Topic Included: | Formulas, Definitions & Exmaples. |
Main Topic: | Quantitative Aptitude. |
Quantitative Aptitude Sub-topic: | Time and Work Aptitude Notes & Questions. |
Questions for practice: | 10 Questions & Answers with Solutions. |
If there are two groups of workers \(x\) and \(y\). The group \(x\) is working to complete a task, where as group \(y\) is woking to destroy the task.

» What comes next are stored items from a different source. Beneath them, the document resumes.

import { defineConfig } from 'vitest/config';
import { fileURLToPath } from 'node:url';

const alias = {
  '@shared': fileURLToPath(new URL('./shared', import.meta.url)),
  '@': fileURLToPath(new URL('./src', import.meta.url)),
};

// Three projects: pure unit tests run in parallel; API and browser tests share one
// PostgreSQL test database, so their files run one at a time, and the browser group starts only
// after the unit and API group has finished (sequence.groupOrder).
export default defineConfig({
  resolve: { alias },
  test: {
    globalSetup: ['tests/global-setup.ts'],
    projects: [
      {
        extends: true,
        test: {
          name: 'unit',
          include: ['shared/**/*.test.ts', 'server/**/*.test.ts', 'src/**/*.test.{ts,tsx}', 'data/**/*.test.ts', 'scripts/**/*.test.ts', 'tests/lint/**/*.test.ts'],
          environment: 'node',
        },
      },
      {
        extends: true,
        test: {
          name: 'api',
          include: ['tests/api/**/*.test.ts'],
          fileParallelism: false,
          testTimeout: 30_000,
          hookTimeout: 60_000,
          setupFiles: ['tests/setup-env.ts'],
        },
      },
      {
        extends: true,
        test: {
          name: 'e2e',
          include: ['tests/e2e/**/*.test.ts'],
          fileParallelism: false,
          sequence: { groupOrder: 1 },
          testTimeout: 60_000,
          hookTimeout: 120_000,
          setupFiles: ['tests/setup-env.ts'],
        },
      },
    ],
  },
});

Here group \(x\) is doing positive work and group \(y\) is doing Negative work, then task will be completed $$ \left[Work \ of \ group \ x - Work \ of \ group \ y\right] $$
Note: We can also use this concept in the cases of Pipes and Cistern (Tank), discussed in the next chapter.

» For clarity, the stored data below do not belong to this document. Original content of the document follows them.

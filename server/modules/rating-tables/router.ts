import { Router } from 'express';

import { authorize } from '../../auth/authorize';
import { actorOf, bodyOf, draftViewerOf } from '../../auth/actor';
import { parse, parseId } from '../../middleware/validate';
import { singleFile } from '../../middleware/upload';
import {
  ratingTableCsvQuerySchema,
  ratingTableDraftSchema,
  ratingTableQuerySchema,
  ratingTableStepSchema,
  ratingTableUpdateSchema,
} from '../../../shared/schemas/rating-tables';
import { createRatingTableDraft, getRatingTable, listRatingTables, stepRatingTable, updateRatingTableDraft } from './service';
import { parseRatingTableCsv, RATING_CSV_MAX_BYTES, ratingTableTemplate } from './csv';

const actor = actorOf;

/** Rating tables: read by everyone signed in (published), drafted and reviewed on the library desk. */
export function ratingTablesRouter(): Router {
  const router = Router();
  router.get('/', authorize('catalogue:read'), async (req, res) => {
    res.json(await listRatingTables(parse(ratingTableQuerySchema, req.query, 'query'), draftViewerOf(req)));
  });
  router.get('/csv-template', authorize('catalogue:draft'), (req, res) => {
    const { form } = parse(ratingTableCsvQuerySchema, req.query, 'query');
    res.setHeader('Content-Type', 'text/csv; charset=utf-8');
    res.setHeader('Content-Disposition', `attachment; filename="isobath-rating-table-${form}.csv"`);
    res.send(ratingTableTemplate(form));
  });
  router.post('/csv', authorize('catalogue:draft'), singleFile('file', RATING_CSV_MAX_BYTES), (req, res) => {
    const { form } = parse(ratingTableCsvQuerySchema, req.query, 'query');
    res.json(parseRatingTableCsv(req.file!, form));
  });
  router.get('/:id', authorize('catalogue:read'), async (req, res) => {
    res.json(await getRatingTable(parseId(req.params.id), draftViewerOf(req)));
  });
  router.post('/', authorize('catalogue:draft'), async (req, res) => {
    res.status(201).json(await createRatingTableDraft(parse(ratingTableDraftSchema, bodyOf(req), 'draft'), actor(req)));
  });
  router.put('/:id', authorize('catalogue:draft'), async (req, res) => {
    const id = parseId(req.params.id);
    const { lockVersion, draft } = parse(ratingTableUpdateSchema, bodyOf(req), 'draft');
    res.json(await updateRatingTableDraft(id, lockVersion, draft, actor(req)));
  });
  // One route for every review step; the workflow table says which role and person may take each.
  router.post('/:id/steps', authorize('catalogue:draft'), async (req, res) => {
    const id = parseId(req.params.id);
    const input = parse(ratingTableStepSchema, bodyOf(req), 'step');
    res.status(input.step === 'revise' ? 201 : 200).json(await stepRatingTable(id, input, actor(req)));
  });
  return router;
}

Example (1): \(P\) can finish a task in \(5 \ days\), where as \(Q\) can destroy the same task in \(10 \ days\). If they start working at the same time then how many days it will take to complete the task.

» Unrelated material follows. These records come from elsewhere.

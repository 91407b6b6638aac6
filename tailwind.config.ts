import type { Config } from 'tailwindcss';
import { borderRadius, boxShadow, colors, fontFamily } from './shared/design-tokens';

// The theme comes from Isobath's design tokens (shared/design-tokens.ts), which the charts and
// the design-record PDF read too.
export default {
  content: ['./index.html', './src/**/*.{ts,tsx}'],
  theme: {
    extend: { colors, fontFamily, borderRadius, boxShadow },
  },
} satisfies Config;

Solution: \(P\) can finish a task in \(5 \ days\), so in one day \(P\) can finish \(\frac{1}{5}\) part of the task.\(Q\) can destroy the task in \(10 \ days\), so in one day \(Q\) can destroy \(\frac{1}{10}\) part of the task, then $$ \left[Work \ of \ P - Work \ of \ Q\right] $$ $$ \left[\frac{1}{5} - \frac{1}{10}\right] $$ $$ \left[\frac{2 - 1}{10}\right] = \frac{1}{10} $$
Hence task will be finish in \(10 \ days\).
Example (2): \(Jack\) can finish a task in \(20 \ days\), where as \(Johnson\) can destroy the same task in \(25 \ days\). If they start working at the same time then how many days it will take to complete the task.
Solution: \(Jack\) can finish a task in \(20 \ days\), so in one day \(Jack\) can finish \(\frac{1}{20}\) part of the task.\(Johnson\) can destroy the task in \(25 \ days\), so in one day \(Johnson\) can destroy \(\frac{1}{25}\) part of the task, then $$ \left[Work \ of \ Jack - Work \ of \ Johnson\right] $$ $$ \left[\frac{1}{20} - \frac{1}{25}\right] $$ $$ \left[\frac{5 - 4}{100}\right] = \frac{1}{100} $$
Hence task will be finish in \(100 \ days\).